The hardware costs more upfront, but if you’re using Claude Code heavily, it pays for itself within a few months. And you get offline capability, full data privacy, and the ability to work on planes, in cafes, or air-gapped environments.


Summary

  • Install Ollama, pull a model (glm-4.7-flash is the best starting point)
  • Launch with ollama launch claude --model <model> (Ollama v0.14.5+) or set env vars manually
  • Three env vars: ANTHROPIC_BASE_URL=http://localhost:11434, ANTHROPIC_AUTH_TOKEN=ollama, ANTHROPIC_API_KEY=""
  • Always set context to 64K+ via Modelfile — default is too small for Claude Code
  • glm-4.7-flash for speed, qwen2.5-coder:32b for quality, qwen2.5-coder:7b for low-VRAM
  • Tool calling, file editing, bash execution all work; tool_choice and prompt caching don’t
  • Scope config to .claude/settings.json per-project, add to .gitignore if needed

Frequently Asked Questions

Is this actually private?

Yes. With all three env vars set and telemetry disabled, all inference runs on your local machine. No data is sent to Anthropic, OpenAI, or anyone else. Your code never leaves your machine.

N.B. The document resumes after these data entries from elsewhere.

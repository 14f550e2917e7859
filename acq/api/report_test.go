package api

import (
	"bytes"
	"io"
	"net/http"
	"strings"
	"testing"
)

// TestReportEndpoint: GET /api/v1/runs/{id}/report answers a PDF (the
// content itself is checked in acq/report with poppler); unknown runs 404,
// query parameters 400.
func TestReportEndpoint(t *testing.T) {
	e := newEnv(t, Options{Token: testToken})
	resp, err := http.Get(e.srv.URL + "/api/v1/runs/RUN-A/report")
	if err != nil {
		t.Fatal(err)
	}
	body, _ := io.ReadAll(resp.Body)
	resp.Body.Close()
	if resp.StatusCode != 200 || resp.Header.Get("Content-Type") != "application/pdf" || !bytes.HasPrefix(body, []byte("%PDF-")) ||
		!strings.Contains(resp.Header.Get("Content-Disposition"), `filename="RUN-A.pdf"`) {
		t.Fatalf("report: %d %v %q", resp.StatusCode, resp.Header, body[:min(len(body), 40)])
	}
	for path, want := range map[string]int{"/api/v1/runs/NOPE/report": 404, "/api/v1/runs/RUN-A/report?x=1": 400} {
		if code, _, _ := e.do(t, "GET", path, "", "", nil); code != want {
			t.Errorf("%s: %d, want %d", path, code, want)
		}
	}
}

// TestSpecimenAndMountWithoutSupport: a runner that cannot choose a
// specimen refuses ?specimen= with 400 and changes nothing; one without
// mount confirmation lists no waiting runs and answers 503 to a confirmation.
func TestSpecimenAndMountWithoutSupport(t *testing.T) {
	e := newEnv(t, Options{Token: testToken})
	code, body, _ := e.do(t, "POST", "/api/v1/runs?specimen=S-1", testToken, "application/yaml", strings.NewReader("kind: recipe\nname: x\n"))
	if code != 400 || !strings.Contains(body["error"].(string), "cannot choose a specimen") {
		t.Errorf("submit with specimen: %d %v", code, body)
	}
	if code, _, _ := e.do(t, "POST", "/api/v1/runs/RUN-A/mount", testToken, "", nil); code != 503 {
		t.Errorf("mount: %d", code)
	}
	resp, err := http.Get(e.srv.URL + "/api/v1/mounts")
	if err != nil {
		t.Fatal(err)
	}
	b, _ := io.ReadAll(resp.Body)
	resp.Body.Close()
	if resp.StatusCode != 200 || strings.TrimSpace(string(b)) != "[]" {
		t.Errorf("mounts: %d %s", resp.StatusCode, b)
	}
}
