package api

import (
	"errors"
	"fmt"
	"io"
	"math"
	"mime"
	"net/http"
	"net/url"
	"strconv"
	"strings"
	"time"

	"hystd/acq/calrec"
	"hystd/acq/engine"
	"hystd/acq/plot"
	"hystd/acq/record"
	"hystd/configs"
)

func (s *server) health(w http.ResponseWriter, r *http.Request) {
	writeJSON(w, http.StatusOK, map[string]any{
		"ok":       true,
		"version":  s.o.Version,
		"runner":   s.o.Runner != nil,
		"live":     s.o.Live != nil,
		"mutation": len(s.creds()) > 0,
	})
}

// info tells the page what this daemon can do and the CGS factors from the
// one definition in calib/units, so the page converts nothing on its own.
func (s *server) info(w http.ResponseWriter, r *http.Request) {
	oe, g, mgoe := plot.CGSFactors()
	fixtures := []FixtureStatus{}
	if st, ok := s.o.Runner.(fixtureLister); ok {
		fixtures = append(fixtures, st.Status()...)
	}
	writeJSON(w, http.StatusOK, map[string]any{
		"fixtures":      fixtures,
		"version":       s.o.Version,
		"can_submit":    s.o.Runner != nil && len(s.creds()) > 0,
		"token_set":     len(s.creds()) > 0,
		"protect_reads": s.o.ProtectReads,
		"cgs": map[string]float64{
			"oe_per_a_m":    oe,
			"g_per_t":       g,
			"mgoe_per_j_m3": mgoe,
		},
	})
}

// fixtureLister is a Runner that can list its fixtures (the daemon does).
type fixtureLister interface {
	Status() []FixtureStatus
}

// parseTime accepts RFC 3339 or a date YYYY-MM-DD (UTC). For an end bound a
// bare date means the end of that day.
func parseTime(v string, end bool) (time.Time, error) {
	if t, err := time.Parse(time.RFC3339, v); err == nil {
		return t, inRange(t)
	}
	t, err := time.Parse(time.DateOnly, v)
	if err != nil {
		return time.Time{}, errors.New("want RFC 3339 (2026-12-01T08:00:00Z) or a date (2026-12-01)")
	}
	if end {
		t = t.AddDate(0, 0, 1)
	}
	return t, inRange(t)
}

// Times are stored as Unix nanoseconds, which reach from 1677-09-21 to
// 2262-04-11 (the range of int64 nanoseconds, Go's time.Time.UnixNano).
var (
	minTime = time.Unix(0, math.MinInt64).UTC()
	maxTime = time.Unix(0, math.MaxInt64).UTC()
)

func inRange(t time.Time) error {
	if t.Before(minTime) || t.After(maxTime) {
		return fmt.Errorf("beyond the times a run can have (%s to %s)", minTime.Format(time.DateOnly), maxTime.Format(time.DateOnly))
	}
	return nil
}

func runFilter(q url.Values) (record.RunFilter, error) {
	var f record.RunFilter
	for k := range q {
		switch k {
		case "fixture", "specimen", "material", "state", "since", "until", "limit":
		default:
			return f, errors.New("unknown query parameter " + strconv.Quote(k) + " (known: fixture, specimen, material, state, since, until, limit)")
		}
	}
	f.Fixture, f.Specimen, f.Material = q.Get("fixture"), q.Get("specimen"), q.Get("material")
	if v := q.Get("state"); v != "" {
		switch st := record.State(v); st {
		case record.Queued, record.Running, record.Finished, record.Aborted, record.Failed:
			f.State = st
		default:
			return f, errors.New("state: " + strconv.Quote(v) + " is not one of queued, running, finished, aborted, failed")
		}
	}
	var err error
	if v := q.Get("since"); v != "" {
		if f.Since, err = parseTime(v, false); err != nil {
			return f, errors.New("since: " + strconv.Quote(v) + ": " + err.Error())
		}
	}
	if v := q.Get("until"); v != "" {
		if f.Until, err = parseTime(v, true); err != nil {
			return f, errors.New("until: " + strconv.Quote(v) + ": " + err.Error())
		}
	}
	if v := q.Get("limit"); v != "" {
		n, err := strconv.Atoi(v)
		if err != nil || n < 1 || n > 10000 {
			return f, errors.New("limit: " + strconv.Quote(v) + " is not a whole number from 1 to 10000")
		}
		f.Limit = n
	}
	return f, nil
}

func (s *server) listRuns(w http.ResponseWriter, r *http.Request) {
	f, err := runFilter(r.URL.Query())
	if err != nil {
		writeError(w, http.StatusBadRequest, "%v", err)
		return
	}
	runs, err := s.o.Reader.Runs(r.Context(), f)
	if err != nil {
		s.fail(w, r, err)
		return
	}
	out := make([]runJSON, 0, len(runs))
	for _, run := range runs {
		j := toRun(run, false)
		if ls, err := s.o.Reader.Loops(r.Context(), run.ID); err == nil {
			var vs []record.Verdict
			for _, l := range ls {
				vs = append(vs, l.Verdicts...)
			}
			j.Verdict = string(record.Worst(vs))
		}
		out = append(out, j)
	}
	writeJSON(w, http.StatusOK, map[string]any{"runs": out})
}

// revisionParam reads ?revision=N (N ≥ 1; absent: 0, the latest).
func revisionParam(w http.ResponseWriter, r *http.Request) (int, bool) {
	v := r.URL.Query().Get("revision")
	if v == "" {
		return 0, true
	}
	n, err := strconv.Atoi(v)
	if err != nil || n < 1 {
		writeError(w, http.StatusBadRequest, "revision: %q: want a whole number from 1", v)
		return 0, false
	}
	return n, true
}

// runAt returns run id as revision rev (0: the latest) shows it, with the
// list of its revisions.
func (s *server) runAt(r *http.Request, id string, rev int) (record.Run, []record.Revision, int, error) {
	run, err := s.o.Reader.Run(r.Context(), id)
	if err != nil {
		return record.Run{}, nil, 0, err
	}
	revs, err := s.o.Reader.Revisions(r.Context(), id)
	if err != nil {
		return record.Run{}, nil, 0, err
	}
	if rev == 0 {
		rev = len(revs)
	}
	if rev > len(revs) {
		return record.Run{}, nil, 0, fmt.Errorf("run %s revision %d (it has %d): %w", id, rev, len(revs), record.ErrNotFound)
	}
	return run.At(revs[rev-1]), revs, rev, nil
}

func (s *server) getRun(w http.ResponseWriter, r *http.Request) {
	id := r.PathValue("id")
	rev, ok := revisionParam(w, r)
	if !ok {
		return
	}
	run, revs, rev, err := s.runAt(r, id, rev)
	if err != nil {
		s.fail(w, r, err)
		return
	}
	loops, err := s.o.Reader.LoopsOf(r.Context(), id, rev)
	if err != nil {
		s.fail(w, r, err)
		return
	}
	evs, err := s.o.Reader.Events(r.Context(), id)
	if err != nil {
		s.fail(w, r, err)
		return
	}
	// flags: what a reviewer must see first — the specimen geometry's
	// warnings (events the engine recorded) and every implausible loop.
	flags := []string{}
	ej := make([]eventJSON, 0, len(evs))
	abortedBy := ""
	for _, e := range evs {
		ej = append(ej, eventJSON{stamp(e.At), e.Level, e.Text})
		if e.Level == "warn" && (strings.HasPrefix(e.Text, "geometry of specimen ") || strings.HasPrefix(e.Text, "calibration ")) {
			flags = append(flags, e.Text)
		}
		if name, ok := actionBy(e.Text, ActionAbort); ok {
			abortedBy = name
		}
	}
	cals := calrec.Listed(evs)
	if cals == nil {
		cals = []string{}
	}
	lj := make([]loopJSON, 0, len(loops))
	for _, l := range loops {
		j := toLoop(l, false, false)
		for _, f := range j.Flags {
			flags = append(flags, fmt.Sprintf("loop %d: %s", l.N, f))
		}
		lj = append(lj, j)
	}
	rj := toRun(run, true)
	rj.Revision, rj.Revisions = rev, toRevisions(revs)
	writeJSON(w, http.StatusOK, map[string]any{"run": rj, "loops": lj, "events": ej, "flags": flags,
		"calibrations": cals, "aborted_by": abortedBy})
}

func (s *server) getLoop(w http.ResponseWriter, r *http.Request) {
	id := r.PathValue("id")
	n, err := strconv.Atoi(r.PathValue("n"))
	if err != nil || n < 1 {
		writeError(w, http.StatusBadRequest, "loop number %q: want a whole number from 1", r.PathValue("n"))
		return
	}
	raw := false
	switch v := r.URL.Query().Get("raw"); v {
	case "", "0", "false":
	case "1", "true":
		raw = true
	default:
		writeError(w, http.StatusBadRequest, "raw: %q: want 1 or 0", v)
		return
	}
	maxPts := 0
	if v := r.URL.Query().Get("max_points"); v != "" {
		if maxPts, err = strconv.Atoi(v); err != nil || maxPts < 2 {
			writeError(w, http.StatusBadRequest, "max_points: %q: want a whole number from 2", v)
			return
		}
	}
	rev, ok := revisionParam(w, r)
	if !ok {
		return
	}
	l, err := s.o.Reader.LoopOf(r.Context(), id, n, rev)
	if err != nil {
		s.fail(w, r, err)
		return
	}
	stride, total := 1, len(l.Points)
	if maxPts > 0 && len(l.Points) > maxPts {
		stride = (len(l.Points) - 1 + maxPts - 2) / (maxPts - 1) // ⌈(n−1)/(max−1)⌉
		l.Points = thin(l.Points, stride)
	}
	lj := toLoop(l, true, raw)
	lj.Stride, lj.NPoints = stride, total
	writeJSON(w, http.StatusOK, map[string]any{"loop": lj})
}

// thin keeps every stride-th point and the last one.
func thin(ps []record.Point, stride int) []record.Point {
	out := make([]record.Point, 0, len(ps)/stride+2)
	for i := 0; i < len(ps); i += stride {
		out = append(out, ps[i])
	}
	if (len(ps)-1)%stride != 0 {
		out = append(out, ps[len(ps)-1])
	}
	return out
}

func (s *server) trend(w http.ResponseWriter, r *http.Request) {
	q := r.URL.Query()
	spec, fig := q.Get("specimen"), q.Get("figure")
	if spec == "" || fig == "" {
		writeError(w, http.StatusBadRequest, "specimen and figure are required, e.g. ?specimen=R-17&figure=HcB")
		return
	}
	var since time.Time
	if v := q.Get("since"); v != "" {
		var err error
		if since, err = parseTime(v, false); err != nil {
			writeError(w, http.StatusBadRequest, "since: %q: %v", v, err)
			return
		}
	}
	tf, err := parseTrendFilter(q)
	if err != nil {
		writeError(w, http.StatusBadRequest, "%v", err)
		return
	}
	pts, err := s.o.Reader.Trend(r.Context(), spec, fig, since)
	if err != nil {
		s.fail(w, r, err)
		return
	}
	if tf.active() {
		s.filteredTrend(w, r, spec, fig, tf, pts)
		return
	}
	out := make([]trendJSON, 0, len(pts))
	for _, p := range pts {
		out = append(out, trendJSON{RunID: p.RunID, Loop: p.Loop, At: stamp(p.At), Value: num(p.Value), U: num(p.U)})
	}
	writeJSON(w, http.StatusOK, map[string]any{"specimen": spec, "figure": fig, "points": out})
}

// recipeTypes are the content types a recipe may be sent as.
// recipeTypes are the media types a submitted recipe may be sent as.
var recipeTypes = map[string]bool{
	"application/yaml": true, "application/x-yaml": true, "text/yaml": true, "text/x-yaml": true,
}

func (s *server) submit(w http.ResponseWriter, r *http.Request) {
	if s.o.Runner == nil {
		writeError(w, http.StatusServiceUnavailable, "this server only reviews a store; it runs no fixture")
		return
	}
	ct := r.Header.Get("Content-Type")
	if ct == "" {
		writeError(w, http.StatusUnsupportedMediaType, "no Content-Type: send the recipe with Content-Type: application/yaml")
		return
	}
	if mt, _, err := mime.ParseMediaType(ct); err != nil || !recipeTypes[mt] {
		writeError(w, http.StatusUnsupportedMediaType, "Content-Type %q: send the recipe as application/yaml", ct)
		return
	}
	for k := range r.URL.Query() {
		if k != "fixture" && k != "specimen" {
			writeError(w, http.StatusBadRequest, "unknown query parameter %q (known: fixture, specimen)", k)
			return
		}
	}
	body, err := io.ReadAll(r.Body)
	if err != nil {
		s.bodyError(w, err)
		return
	}
	if strings.TrimSpace(string(body)) == "" {
		writeError(w, http.StatusBadRequest, "empty body: send the recipe file (YAML, kind: recipe)")
		return
	}
	id, err := s.submitRecipe(r, body)
	if err != nil {
		s.fail(w, r, err)
		return
	}
	s.log.Info("api: recipe submitted", "run", id, "remote", r.RemoteAddr)
	w.Header().Set("Location", "/api/v1/runs/"+url.PathEscape(id))
	writeJSON(w, http.StatusAccepted, map[string]string{"run_id": id, "state": string(record.Queued)})
}

func (s *server) abort(w http.ResponseWriter, r *http.Request) {
	if s.o.Runner == nil {
		writeError(w, http.StatusServiceUnavailable, "this server only reviews a store; it runs no fixture")
		return
	}
	id := r.PathValue("id")
	if err := s.o.Runner.Abort(r.Context(), id); err != nil {
		s.fail(w, r, err)
		return
	}
	s.log.Info("api: abort requested", "run", id, "remote", r.RemoteAddr)
	writeJSON(w, http.StatusAccepted, map[string]string{"run_id": id, "state": "aborting"})
}

func (s *server) bodyError(w http.ResponseWriter, err error) {
	var mbe *http.MaxBytesError
	if errors.As(err, &mbe) {
		writeError(w, http.StatusRequestEntityTooLarge, "request body larger than %d bytes", mbe.Limit)
		return
	}
	writeError(w, http.StatusBadRequest, "reading the request body: %v", err)
}

// badRequest is implemented by errors that are the client's fault.
type badRequest interface{ BadRequest() bool }

// fail maps an error from the Reader or the Runner to a status code. Besides
// this package's markers it knows the daemon's and the engine's errors: a
// refused recipe, an unknown fixture or no fixture named on a daemon with
// several is the client's (400), a full queue or a run that is no longer
// active a conflict (409), a stopping daemon 503.
func (s *server) fail(w http.ResponseWriter, r *http.Request, err error) {
	var ce *configs.Error
	var br badRequest
	var refused *engine.Refused
	switch {
	case errors.Is(err, record.ErrNotFound):
		writeError(w, http.StatusNotFound, "%v", err)
	case errors.Is(err, ErrInvalid), errors.As(err, &ce), errors.As(err, &refused),
		errors.Is(err, ErrUnknownFixture), errors.Is(err, ErrFixtureNeeded), errors.Is(err, ErrUnknownSpecimen),
		errors.As(err, &br) && br.BadRequest():
		writeError(w, http.StatusBadRequest, "%v", err)
	case errors.Is(err, ErrNotActive):
		// Unknown to the store as well: 404; a run that has ended: 409.
		if _, rerr := s.o.Reader.Run(r.Context(), r.PathValue("id")); errors.Is(rerr, record.ErrNotFound) {
			writeError(w, http.StatusNotFound, "run %s: %v", r.PathValue("id"), rerr)
			return
		}
		writeError(w, http.StatusConflict, "%v", err)
	case errors.Is(err, ErrConflict), errors.Is(err, ErrQueueFull), errors.Is(err, ErrNotWaiting):
		writeError(w, http.StatusConflict, "%v", err)
	case errors.Is(err, ErrStopping):
		writeError(w, http.StatusServiceUnavailable, "%v", err)
	case r.Context().Err() != nil:
		writeError(w, http.StatusServiceUnavailable, "request cancelled or timed out: %v", err)
	default:
		s.log.Error("api: request failed", "path", r.URL.Path, "err", err)
		writeError(w, http.StatusInternalServerError, "%v", err)
	}
}
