package api

import (
	"context"
	"io"
	"net/http"
	"net/url"
	"path"
	"strings"

	"hystd/acq/imports"
	"hystd/acq/record"
	"hystd/calib/loopcsv"
)

// Importer is the optional ability of a Runner to store a raw recording as
// a run (POST /api/v1/imports).
type Importer interface {
	Import(ctx context.Context, fixture, specimen, name string, data []byte) (record.Run, []record.Loop, error)
}

// importReply is the answer of POST /api/v1/imports: the stored run, its
// provenance and, per loop, the keys of `hystd analyze --json`.
type importReply struct {
	RunID      string            `json:"run_id"`
	Provenance string            `json:"provenance"`
	Loops      []loopcsv.Summary `json:"loops"`
}

// importRecording handles POST /api/v1/imports?fixture=F&specimen=S&name=FILE
// with the raw CSV as the body (text/csv).
func (s *server) importRecording(w http.ResponseWriter, r *http.Request) {
	im, ok := s.o.Runner.(Importer)
	if !ok {
		writeError(w, http.StatusServiceUnavailable, "this server cannot import recordings")
		return
	}
	q := r.URL.Query()
	for k := range q {
		if k != "fixture" && k != "specimen" && k != "name" {
			writeError(w, http.StatusBadRequest, "unknown query parameter %q (known: fixture, specimen, name)", k)
			return
		}
	}
	if q.Get("fixture") == "" || q.Get("specimen") == "" {
		writeError(w, http.StatusBadRequest, "?fixture=NAME&specimen=ID are required")
		return
	}
	if ct := r.Header.Get("Content-Type"); ct != "" && !strings.HasPrefix(ct, "text/csv") && !strings.HasPrefix(ct, "text/plain") {
		writeError(w, http.StatusUnsupportedMediaType, "Content-Type %q: send the recording as text/csv", ct)
		return
	}
	body, err := io.ReadAll(r.Body)
	if err != nil {
		s.bodyError(w, err)
		return
	}
	name := path.Base(q.Get("name"))
	if name == "." || name == "/" {
		name = "upload.csv"
	}
	run, loops, err := im.Import(r.Context(), q.Get("fixture"), q.Get("specimen"), name, body)
	if err != nil {
		if le, ok := err.(*loopcsv.Error); ok {
			writeError(w, http.StatusBadRequest, "%v", le)
			return
		}
		s.fail(w, r, err)
		return
	}
	rep := importReply{RunID: run.ID, Provenance: run.RecipeText, Loops: []loopcsv.Summary{}}
	for _, l := range loops {
		rep.Loops = append(rep.Loops, imports.Summary(l))
	}
	s.log.Info("api: recording imported", "run", run.ID, "file", name, "remote", r.RemoteAddr)
	w.Header().Set("Location", "/api/v1/runs/"+url.PathEscape(run.ID))
	writeJSON(w, http.StatusCreated, rep)
}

Which model is best for coding?

For most coding tasks on a machine with 16 GB RAM or an 8 GB GPU: glm-4.7-flash. Fast, 128K context, handles tool calling well.

If you have a 24 GB+ GPU and want better reasoning on complex refactors: qwen2.5-coder:32b.

For low-VRAM machines (8 GB or less): qwen2.5-coder:7b.

Does this work on Apple Silicon?

Yes. Ollama uses Metal automatically on M1/M2/M3/M4 — no configuration needed. The glm-4.7-flash model runs at ~25 tokens/second on M2 Pro (16GB). M3 Max (36GB+) handles larger models comfortably.

Can I switch back to Claude API for a specific task?

Yes. Use env vars to override for one session:

bash
ANTHROPIC_BASE_URL=""
ANTHROPIC_API_KEY="sk-ant-..." 
claude --model claude-sonnet-4-6

Or use the /model slash command mid-session — just note that /model changes the model name, not the base URL. Clear ANTHROPIC_BASE_URL first if you want to switch to cloud.

What’s the difference between this and the Gemma 4 guide?

The Gemma 4 + Claude Code guide covers Google models specifically. This guide covers all Ollama models and focuses on the setup process (env vars, Modelfiles, troubleshooting) rather than a specific model family. The mechanics are the same regardless of which model you choose.